### Problem statement
Among the records below, determine how many lines have the word "wantV" in them; output only the number.

-.-.-

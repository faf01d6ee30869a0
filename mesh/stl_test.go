package mesh

import (
	"bytes"
	"encoding/binary"
	"flag"
	"math"
	"os"
	"path/filepath"
	"strings"
	"testing"

	"github.com/hschendel/stl"
	"gonum.org/v1/gonum/spatial/r3"
)

var update = flag.Bool("update", false, "rewrite the STL fixtures in testdata/mesh")

const fixtures = "../testdata/mesh"

// unitCube is the cube [0,1]³ as 12 outward triangles on 8 vertices.
func unitCube() *Mesh {
	m := &Mesh{Name: "unit cube"}
	for i := 0; i < 8; i++ {
		m.Vertices = append(m.Vertices, r3.Vec{X: float64(i & 1), Y: float64(i >> 1 & 1), Z: float64(i >> 2 & 1)})
	}
	m.Triangles = [][3]int{
		{0, 2, 1}, {1, 2, 3}, // z = 0, normal -z
		{4, 5, 6}, {5, 7, 6}, // z = 1, normal +z
		{0, 1, 4}, {1, 5, 4}, // y = 0, normal -y
		{2, 6, 3}, {3, 6, 7}, // y = 1, normal +y
		{0, 4, 2}, {2, 4, 6}, // x = 0, normal -x
		{1, 3, 5}, {3, 7, 5}, // x = 1, normal +x
	}
	return m
}

// asciiSTL renders m with the STL library's own ASCII writer.
func asciiSTL(t testing.TB, m *Mesh) []byte {
	t.Helper()
	s := stl.Solid{Name: "cube", IsAscii: true}
	for tr := range m.Triangles {
		a, b, c := m.Corners(tr)
		n := m.Normal(tr)
		f := func(v r3.Vec) stl.Vec3 { return stl.Vec3{float32(v.X), float32(v.Y), float32(v.Z)} }
		s.Triangles = append(s.Triangles, stl.Triangle{Normal: f(n), Vertices: [3]stl.Vec3{f(a), f(b), f(c)}})
	}
	var buf bytes.Buffer
	if err := s.WriteAll(&buf); err != nil {
		t.Fatal(err)
	}
	return buf.Bytes()
}

func binarySTL(t testing.TB, m *Mesh) []byte {
	t.Helper()
	var buf bytes.Buffer
	if err := Write(&buf, m); err != nil {
		t.Fatal(err)
	}
	return buf.Bytes()
}

// fixtureFiles returns the contents of every fixture, generated from the
// unit cube.
func fixtureFiles(t testing.TB) map[string][]byte {
	cube := unitCube()
	bin := binarySTL(t, cube)
	asc := asciiSTL(t, cube)
	mismatch := append([]byte(nil), bin...)
	binary.LittleEndian.PutUint32(mismatch[80:], 20) // 12 triangles stored
	nan := append([]byte(nil), bin...)
	// Triangle 5, first vertex, y coordinate := NaN.
	binary.LittleEndian.PutUint32(nan[stlHeaderSize+5*stlTriangleSize+12+4:], math.Float32bits(float32(math.NaN())))
	noTri := append([]byte(nil), bin[:stlHeaderSize]...)
	binary.LittleEndian.PutUint32(noTri[80:], 0)
	open := unitCube()
	open.Triangles = open.Triangles[:11]
	return map[string][]byte{
		"cube_binary.stl":     bin,
		"cube_ascii.stl":      asc,
		"empty.stl":           {},
		"no_triangles.stl":    noTri,
		"truncated.stl":       bin[:len(bin)-30],
		"truncated_ascii.stl": asc[:len(asc)*2/3],
		"count_mismatch.stl":  mismatch,
		"nan.stl":             nan,
		"open_cube.stl":       binarySTL(t, open),
	}
}

// TestFixtures keeps testdata/mesh in step with the generator above; run
// with -update to rewrite the files.
func TestFixtures(t *testing.T) {
	for name, want := range fixtureFiles(t) {
		path := filepath.Join(fixtures, name)
		if *update {
			if err := os.WriteFile(path, want, 0o644); err != nil {
				t.Fatal(err)
			}
			continue
		}
		got, err := os.ReadFile(path)
		if err != nil {
			t.Fatalf("%v (run go test ./mesh -run TestFixtures -update)", err)
		}
		if !bytes.Equal(got, want) {
			t.Errorf("%s differs from its generator (run with -update)", path)
		}
	}
}

// sameGeometry reports whether two meshes have the same triangles (each as
// its three corner positions in order) to within tol.
func sameGeometry(a, b *Mesh, tol float64) bool {
	if len(a.Triangles) != len(b.Triangles) {
		return false
	}
	for t := range a.Triangles {
		a0, a1, a2 := a.Corners(t)
		b0, b1, b2 := b.Corners(t)
		if r3.Norm(r3.Sub(a0, b0)) > tol || r3.Norm(r3.Sub(a1, b1)) > tol || r3.Norm(r3.Sub(a2, b2)) > tol {
			return false
		}
	}
	return true
}

func TestLoadCube(t *testing.T) {
	// Both fixtures hold the unit cube as 36 unshared corners; welding must
	// give the 8 vertices and 12 triangles of the cube, which passes Check
	// with volume 1 (corners are exact in float32).
	for _, name := range []string{"cube_binary.stl", "cube_ascii.stl"} {
		path := filepath.Join(fixtures, name)
		m, err := Load(path)
		if err != nil {
			t.Fatal(err)
		}
		if m.Name != path {
			t.Errorf("name %q, want %q", m.Name, path)
		}
		if len(m.Vertices) != 8 || len(m.Triangles) != 12 {
			t.Errorf("%s: %d vertices, %d triangles; want 8, 12", name, len(m.Vertices), len(m.Triangles))
		}
		if err := m.Validate(); err != nil {
			t.Error(err)
		}
		if v := m.Volume(); v != 1 {
			t.Errorf("%s: volume %v, want 1", name, v)
		}
		if !sameGeometry(m, unitCube(), 0) {
			t.Errorf("%s: triangles differ from the cube that was written", name)
		}
	}
}

func TestWeldCounts(t *testing.T) {
	raw, err := decodeSTL(fixtureFiles(t)["cube_binary.stl"], "cube")
	if err != nil {
		t.Fatal(err)
	}
	if len(raw.Vertices) != 36 {
		t.Fatalf("unwelded: %d vertices", len(raw.Vertices))
	}
	// Jitter every vertex by a distinct amount up to 1e-7: a tolerance of 1e-6 still merges
	// the copies of one corner, a tolerance of 1e-9 merges nothing.
	jit := raw.Clone()
	for i := range jit.Vertices {
		d := 1e-7 * float64(i+1) / 36 // distinct for every copy: ≥ 2.8e-9 apart
		jit.Vertices[i] = r3.Add(jit.Vertices[i], r3.Vec{X: d, Y: -d, Z: d / 2})
	}
	for _, c := range []struct {
		name         string
		m            *Mesh
		tol          float64
		wantV, merge int
	}{
		{"exact, tol 0", raw, 0, 8, 28},
		{"exact, tol 1e-6", raw, 1e-6, 8, 28},
		{"jittered, tol 1e-6", jit, 1e-6, 8, 28},
		{"jittered, tol 1e-9", jit, 1e-9, 36, 0},
	} {
		w, n := Weld(c.m, c.tol)
		if len(w.Vertices) != c.wantV || n != c.merge || len(w.Triangles) != 12 {
			t.Errorf("%s: %d vertices, %d merged, %d triangles; want %d, %d, 12", c.name, len(w.Vertices), n, len(w.Triangles), c.wantV, c.merge)
		}
	}
	// Unused vertices are dropped and merging never removes triangles.
	m := unitCube()
	m.Vertices = append(m.Vertices, r3.Vec{X: 9})
	m.Triangles = append(m.Triangles, [3]int{0, 1, 1})
	w, _ := Weld(m, 1e-6)
	if len(w.Vertices) != 8 || len(w.Triangles) != 13 {
		t.Errorf("got %d vertices, %d triangles; want 8, 13", len(w.Vertices), len(w.Triangles))
	}
}

func TestRoundTrip(t *testing.T) {
	// Write then Read must give back the same triangles. Coordinates go
	// through float32, so positions agree to float32 rounding: relative
	// 2^-24 ≈ 6e-8 of the coordinate size, here ≤ 3, so 3e-7 absolute.
	dir := t.TempDir()
	box, _ := Box(r3.Vec{X: 1, Y: 2, Z: 0.5}, 0.3)
	sph, _ := Sphere(1.3, 0.4)
	cyl, _ := Cylinder(0.7, 1.2, 0.2)
	for _, m := range []*Mesh{box, sph, cyl, unitCube()} {
		path := filepath.Join(dir, strings.ReplaceAll(m.Name, " ", "_")+".stl")
		if err := Save(path, m); err != nil {
			t.Fatal(err)
		}
		got, err := Load(path)
		if err != nil {
			t.Fatal(err)
		}
		if len(got.Vertices) != len(m.Vertices) || !sameGeometry(got, m, 3e-7) {
			t.Errorf("%s: round trip changed the mesh (%d vertices, was %d)", m.Name, len(got.Vertices), len(m.Vertices))
		}
		if err := got.Validate(); err != nil {
			t.Error(err)
		}
		// The file holds exactly header + 50 bytes per triangle, and the
		// facet normals written are unit and outward.
		data, _ := os.ReadFile(path)
		if len(data) != stlHeaderSize+stlTriangleSize*len(m.Triangles) {
			t.Errorf("%s: %d bytes", m.Name, len(data))
		}
		var solid stl.Solid
		if err := stl.CopyAll(bytes.NewReader(data), &solid); err != nil {
			t.Fatal(err)
		}
		for i, tr := range solid.Triangles {
			n := r3.Vec{X: float64(tr.Normal[0]), Y: float64(tr.Normal[1]), Z: float64(tr.Normal[2])}
			if math.Abs(r3.Norm(n)-1) > 1e-6 || r3.Dot(n, m.Normal(i)) < 1-1e-6 {
				t.Fatalf("%s: facet %d normal %v, want %v", m.Name, i, n, m.Normal(i))
			}
		}
		// ASCII rendering of the same mesh reads back too.
		a, err := Read(bytes.NewReader(asciiSTL(t, m)), "ascii")
		if err != nil {
			t.Fatal(err)
		}
		if !sameGeometry(a, m, 3e-7) {
			t.Errorf("%s: ASCII round trip changed the mesh", m.Name)
		}
	}
	// No temporary files are left behind.
	entries, _ := os.ReadDir(dir)
	for _, e := range entries {
		if strings.Contains(e.Name(), ".tmp") {
			t.Errorf("leftover %s", e.Name())
		}
	}
}

func TestSaveErrors(t *testing.T) {
	if err := Save(filepath.Join(t.TempDir(), "no", "such", "dir", "x.stl"), unitCube()); err == nil {
		t.Error("saving into a missing directory: no error")
	}
	bad := unitCube()
	bad.Triangles[3][1] = 99
	if err := Save(filepath.Join(t.TempDir(), "x.stl"), bad); err == nil || !strings.Contains(err.Error(), "triangle 3") {
		t.Errorf("invalid index: %v", err)
	}
}

func TestLoadErrors(t *testing.T) {
	// Each message must name the file and contain the given phrases.
	cases := []struct {
		file string
		want []string
	}{
		{"missing.stl", []string{"missing.stl", "cannot open", "check the path"}},
		{"empty.stl", []string{"empty.stl", "empty", "export"}},
		{"no_triangles.stl", []string{"no_triangles.stl", "no triangles"}},
		{"truncated.stl", []string{"truncated.stl", "truncated", "declares 12 triangles", "partway through triangle 11"}},
		{"truncated_ascii.stl", []string{"truncated_ascii.stl", "truncated"}},
		{"count_mismatch.stl", []string{"count_mismatch.stl", "declares 20 triangles", "room for 12.0 triangles"}},
		{"nan.stl", []string{"nan.stl", "triangle 5", "non-finite"}},
	}
	for _, c := range cases {
		path := filepath.Join(fixtures, c.file)
		m, err := Load(path)
		if err == nil {
			t.Errorf("%s: no error (%d triangles)", c.file, len(m.Triangles))
			continue
		}
		for _, w := range c.want {
			if !strings.Contains(err.Error(), w) {
				t.Errorf("%s: error %q does not contain %q", c.file, err, w)
			}
		}
	}
	// An open cube loads (the reader does not judge topology) and Validate
	// names its file and the problem.
	m, err := Load(filepath.Join(fixtures, "open_cube.stl"))
	if err != nil {
		t.Fatal(err)
	}
	err = m.Validate()
	if err == nil || !strings.Contains(err.Error(), "open_cube.stl") || !strings.Contains(err.Error(), "open edge") {
		t.Errorf("open cube: %v", err)
	}
}

func TestReadVariants(t *testing.T) {
	asc := string(asciiSTL(t, unitCube()))
	for _, c := range []struct {
		name string
		data string
		ok   bool
	}{
		{"leading blank lines", "\n\n  " + asc, true},
		{"bare solid keyword", "solid\n" + asc[strings.Index(asc, "\n")+1:], true},
		{"garbage", "hello world", false},
		{"solid only", "solid x\nendsolid x\n", false},
		{"bad float", strings.Replace(asc, "vertex 0 0 0", "vertex 0 zero 0", 1), false},
	} {
		_, err := Read(strings.NewReader(c.data), c.name)
		if (err == nil) != c.ok {
			t.Errorf("%s: err = %v, want ok=%v", c.name, err, c.ok)
		}
		if err != nil && !strings.Contains(err.Error(), c.name) {
			t.Errorf("%s: error %q does not name the input", c.name, err)
		}
	}
	// A binary file whose header begins with "solid" is still binary.
	bin := binarySTL(t, unitCube())
	copy(bin, "solid trap")
	m, err := Read(bytes.NewReader(bin), "solid header")
	if err != nil || len(m.Triangles) != 12 {
		t.Errorf("binary with solid header: %v", err)
	}
}
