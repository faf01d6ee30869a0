// Package mesh holds closed triangle surfaces: loading and writing STL, welding
// coincident vertices, topology checks, rigid placement, standard shapes, exact
// surface distances, and the RWG (Rao–Wilton–Glisson) edge basis built on a
// surface.
//
// Lengths are dimensionless: they are in the scene's length unit L0 (nm, um, mm
// or m, chosen by the user; STL files carry no unit). Areas are in L0^2 and
// volumes in L0^3. Angles are in radians.
//
// A Mesh that passes Check is a closed, orientable 2-manifold whose triangles are
// ordered counter-clockwise when seen from outside, so the right-hand normal of
// every triangle points out of the body.
//
// The parts:
//   - Shapes centred at the origin: Sphere and SphereLevel (subdivided
//     icosahedron), Box, Plate, Cylinder.
//   - STL: Load and Read (binary or ASCII, welded with Weld at 1e-6 of the
//     bounding-box diagonal), Save (atomic) and Write (binary).
//   - Checks: Mesh.Check lists every Problem (open, non-manifold or
//     inconsistently oriented edges, inward normals, degenerate, duplicate or
//     non-finite triangles); Mesh.Validate turns them into one error.
//   - Measures: Mesh.Stats, Mesh.Volume (signed), Mesh.EquivalentRadius.
//   - Rigid placement: Translate, Rotate, Scale and Mirror return new meshes;
//     Mirror reverses the vertex order so normals stay outward.
//   - Distances: Gap (exact surface-to-surface distance with closest points,
//     through the bounding-volume hierarchy Tree), Contains (winding number),
//     Overlap, Tree.Ray, and OffsetForGap, which places a body at a given gap
//     from others along a direction.
package mesh
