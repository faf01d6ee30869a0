package mesh

import (
	"math"

	"gonum.org/v1/gonum/spatial/r3"
)

// Tree is a bounding-volume hierarchy of axis-aligned boxes over the
// triangles of a mesh, for distance, intersection and ray queries. It holds a
// copy of the triangle corners: later changes to the mesh are not seen.
// A Tree is safe for concurrent queries.
type Tree struct {
	mesh  *Mesh
	nodes []node
	// tris lists triangle indices so that every node covers a contiguous
	// range; corners[i] holds the corners of triangle tris[i].
	tris    []int
	corners [][3]r3.Vec
}

type node struct {
	lo, hi      r3.Vec
	left, right int32 // children, or -1 for a leaf
	start, n    int32 // leaf: range in tris
}

// leafSize is the most triangles a leaf holds.
const leafSize = 4

// NewTree builds the bounding-volume hierarchy of m's triangles by splitting
// at the median centroid along the longest axis, in O(n log n).
func NewTree(m *Mesh) *Tree {
	nt := len(m.Triangles)
	t := &Tree{mesh: m, tris: make([]int, nt), corners: make([][3]r3.Vec, nt)}
	if nt == 0 {
		return t
	}
	cent := make([]r3.Vec, nt)
	for i := range t.tris {
		t.tris[i] = i
		cent[i] = m.Centroid(i)
	}
	t.nodes = make([]node, 0, 2*nt/leafSize+1)
	t.build(cent, 0, nt)
	for i, tr := range t.tris {
		a, b, c := m.Corners(tr)
		t.corners[i] = [3]r3.Vec{a, b, c}
	}
	return t
}

// build makes the node covering tris[start:end] and returns its index.
func (t *Tree) build(cent []r3.Vec, start, end int) int32 {
	id := int32(len(t.nodes))
	t.nodes = append(t.nodes, node{left: -1, right: -1, start: int32(start), n: int32(end - start)})
	if end-start <= leafSize {
		lo, hi := boxInf()
		for _, tr := range t.tris[start:end] {
			a, b, c := t.mesh.Corners(tr)
			lo, hi = grow(lo, hi, a)
			lo, hi = grow(lo, hi, b)
			lo, hi = grow(lo, hi, c)
		}
		t.nodes[id].lo, t.nodes[id].hi = lo, hi
		return id
	}
	clo, chi := boxInf()
	for _, tr := range t.tris[start:end] {
		clo, chi = grow(clo, chi, cent[tr])
	}
	ext := r3.Sub(chi, clo)
	axis := 0
	switch {
	case ext.Y >= ext.X && ext.Y >= ext.Z:
		axis = 1
	case ext.Z >= ext.X && ext.Z >= ext.Y:
		axis = 2
	}
	key := make([]float64, end-start)
	for i, tr := range t.tris[start:end] {
		key[i] = [3]float64{cent[tr].X, cent[tr].Y, cent[tr].Z}[axis]
	}
	selectMedian(key, t.tris[start:end])
	mid := (start + end) / 2
	l := t.build(cent, start, mid)
	r := t.build(cent, mid, end)
	n := &t.nodes[id]
	n.left, n.right = l, r
	n.lo, n.hi = grow(t.nodes[l].lo, t.nodes[l].hi, t.nodes[r].lo)
	n.lo, n.hi = grow(n.lo, n.hi, t.nodes[r].hi)
	return id
}

func boxInf() (lo, hi r3.Vec) {
	inf := math.Inf(1)
	return r3.Vec{X: inf, Y: inf, Z: inf}, r3.Vec{X: -inf, Y: -inf, Z: -inf}
}

// grow extends the box [lo, hi] to contain p (NaN coordinates are ignored).
func grow(lo, hi, p r3.Vec) (r3.Vec, r3.Vec) {
	if p.X < lo.X {
		lo.X = p.X
	}
	if p.Y < lo.Y {
		lo.Y = p.Y
	}
	if p.Z < lo.Z {
		lo.Z = p.Z
	}
	if p.X > hi.X {
		hi.X = p.X
	}
	if p.Y > hi.Y {
		hi.Y = p.Y
	}
	if p.Z > hi.Z {
		hi.Z = p.Z
	}
	return lo, hi
}

// Mesh returns the mesh the tree was built from.
func (t *Tree) Mesh() *Mesh { return t.mesh }

// boxDist2 returns the squared distance between box a shifted by s and box b.
func boxDist2(a *node, s r3.Vec, b *node) float64 {
	gap := func(alo, ahi, blo, bhi float64) float64 {
		if d := blo - ahi; d > 0 {
			return d * d
		}
		if d := alo - bhi; d > 0 {
			return d * d
		}
		return 0
	}
	return gap(a.lo.X+s.X, a.hi.X+s.X, b.lo.X, b.hi.X) +
		gap(a.lo.Y+s.Y, a.hi.Y+s.Y, b.lo.Y, b.hi.Y) +
		gap(a.lo.Z+s.Z, a.hi.Z+s.Z, b.lo.Z, b.hi.Z)
}

func (n *node) leaf() bool { return n.left < 0 }

func (n *node) size2() float64 { return r3.Norm2(r3.Sub(n.hi, n.lo)) }

// Gap returns the smallest distance between the surfaces of t's and o's
// meshes and a pair of closest points pa (on t's mesh) and pb (on o's). It is
// exact for triangle meshes (see Gap). Intersecting surfaces give 0.
// Either tree being empty gives +Inf.
func (t *Tree) Gap(o *Tree) (d float64, pa, pb r3.Vec) {
	d2, pa, pb, _ := t.gap(r3.Vec{}, o, 0)
	return math.Sqrt(d2), pa, pb
}

// gap is Gap with t's mesh translated by shift, stopping early once a pair
// at squared distance ≤ stop2 is found (stop2 = 0: only at contact, where no
// closer pair can exist). It also returns the number of triangle pairs whose
// distance was computed.
func (t *Tree) gap(shift r3.Vec, o *Tree, stop2 float64) (d2 float64, pa, pb r3.Vec, pairs int) {
	d2 = math.Inf(1)
	if len(t.nodes) == 0 || len(o.nodes) == 0 {
		return d2, pa, pb, 0
	}
	var visit func(i, j int32)
	visit = func(i, j int32) {
		a, b := &t.nodes[i], &o.nodes[j]
		if a.leaf() && b.leaf() {
			for p := a.start; p < a.start+a.n; p++ {
				ta := t.corners[p]
				for k := range ta {
					ta[k] = r3.Add(ta[k], shift)
				}
				for q := b.start; q < b.start+b.n; q++ {
					pairs++
					e, x, y := triangleDistance(&ta, &o.corners[q])
					if e < d2 {
						d2, pa, pb = e, x, y
					}
				}
			}
			return
		}
		// Descend into the larger box (or the only inner node), nearer
		// child first.
		if b.leaf() || (!a.leaf() && a.size2() >= b.size2()) {
			l, r := a.left, a.right
			dl, dr := boxDist2(&t.nodes[l], shift, b), boxDist2(&t.nodes[r], shift, b)
			if dr < dl {
				l, r, dl, dr = r, l, dr, dl
			}
			if dl < d2 && d2 > stop2 {
				visit(l, j)
			}
			if dr < d2 && d2 > stop2 {
				visit(r, j)
			}
			return
		}
		l, r := b.left, b.right
		dl, dr := boxDist2(a, shift, &o.nodes[l]), boxDist2(a, shift, &o.nodes[r])
		if dr < dl {
			l, r, dl, dr = r, l, dr, dl
		}
		if dl < d2 && d2 > stop2 {
			visit(i, l)
		}
		if dr < d2 && d2 > stop2 {
			visit(i, r)
		}
	}
	visit(0, 0)
	// Closest points of the shifted mesh are reported where they are.
	return d2, pa, pb, pairs
}

// Ray returns the nearest intersection of the ray origin + s·û, s ≥ 0, with
// the mesh, where û = dir/|dir|: dist is the length along the ray (in L0,
// independent of |dir|) and tri the triangle hit. ok is false when the ray
// misses or dir is zero or not finite.
func (t *Tree) Ray(origin, dir r3.Vec) (dist float64, tri int, ok bool) {
	l := r3.Norm(dir)
	if len(t.nodes) == 0 || !(l > 0) || math.IsInf(l, 0) {
		return 0, -1, false
	}
	u := r3.Scale(1/l, dir)
	inv := r3.Vec{X: 1 / u.X, Y: 1 / u.Y, Z: 1 / u.Z}
	best, tri := math.Inf(1), -1
	stack := []int32{0}
	for len(stack) > 0 {
		i := stack[len(stack)-1]
		stack = stack[:len(stack)-1]
		n := &t.nodes[i]
		if tmin, hit := slab(origin, inv, n); !hit || tmin > best {
			continue
		}
		if !n.leaf() {
			stack = append(stack, n.left, n.right)
			continue
		}
		for p := n.start; p < n.start+n.n; p++ {
			c := &t.corners[p]
			if s, hit := rayTriangle(origin, u, c[0], c[1], c[2]); hit && s < best {
				best, tri = s, t.tris[p]
			}
		}
	}
	if tri < 0 {
		return 0, -1, false
	}
	return best, tri, true
}

// slab returns the entry distance of the ray o + s u (s ≥ 0, inv = 1/u
// componentwise) into box n, and whether it enters at all.
func slab(o, inv r3.Vec, n *node) (float64, bool) {
	tmin, tmax := 0.0, math.Inf(1)
	for _, ax := range [3][4]float64{
		{o.X, inv.X, n.lo.X, n.hi.X},
		{o.Y, inv.Y, n.lo.Y, n.hi.Y},
		{o.Z, inv.Z, n.lo.Z, n.hi.Z},
	} {
		t1 := (ax[2] - ax[0]) * ax[1]
		t2 := (ax[3] - ax[0]) * ax[1]
		if math.IsNaN(t1) || math.IsNaN(t2) {
			// The ray runs inside a face plane of the box (0·∞); it is in
			// the slab exactly when the origin is.
			if ax[0] < ax[2] || ax[0] > ax[3] {
				return 0, false
			}
			continue
		}
		if t1 > t2 {
			t1, t2 = t2, t1
		}
		tmin = math.Max(tmin, t1)
		tmax = math.Min(tmax, t2)
	}
	// Slack for rounding, so grazing hits on a box face are not lost.
	return tmin, tmin <= tmax*(1+1e-12)
}

// selectMedian reorders key (and ids alongside) so that the element at
// len/2 is the one a full sort would put there, with no larger key before it
// and no smaller key after it (quickselect, O(n) expected).
func selectMedian(key []float64, ids []int) {
	k := len(key) / 2
	lo, hi := 0, len(key)-1
	for lo < hi {
		// Median of three as pivot.
		mid := lo + (hi-lo)/2
		if key[mid] < key[lo] {
			key[mid], key[lo] = key[lo], key[mid]
			ids[mid], ids[lo] = ids[lo], ids[mid]
		}
		if key[hi] < key[lo] {
			key[hi], key[lo] = key[lo], key[hi]
			ids[hi], ids[lo] = ids[lo], ids[hi]
		}
		if key[hi] < key[mid] {
			key[hi], key[mid] = key[mid], key[hi]
			ids[hi], ids[mid] = ids[mid], ids[hi]
		}
		pivot := key[mid]
		i, j := lo, hi
		for i <= j {
			for key[i] < pivot {
				i++
			}
			for key[j] > pivot {
				j--
			}
			if i <= j {
				key[i], key[j] = key[j], key[i]
				ids[i], ids[j] = ids[j], ids[i]
				i++
				j--
			}
		}
		switch {
		case k <= j:
			hi = j
		case k >= i:
			lo = i
		default:
			return
		}
	}
}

-.-.-

### Answer space
3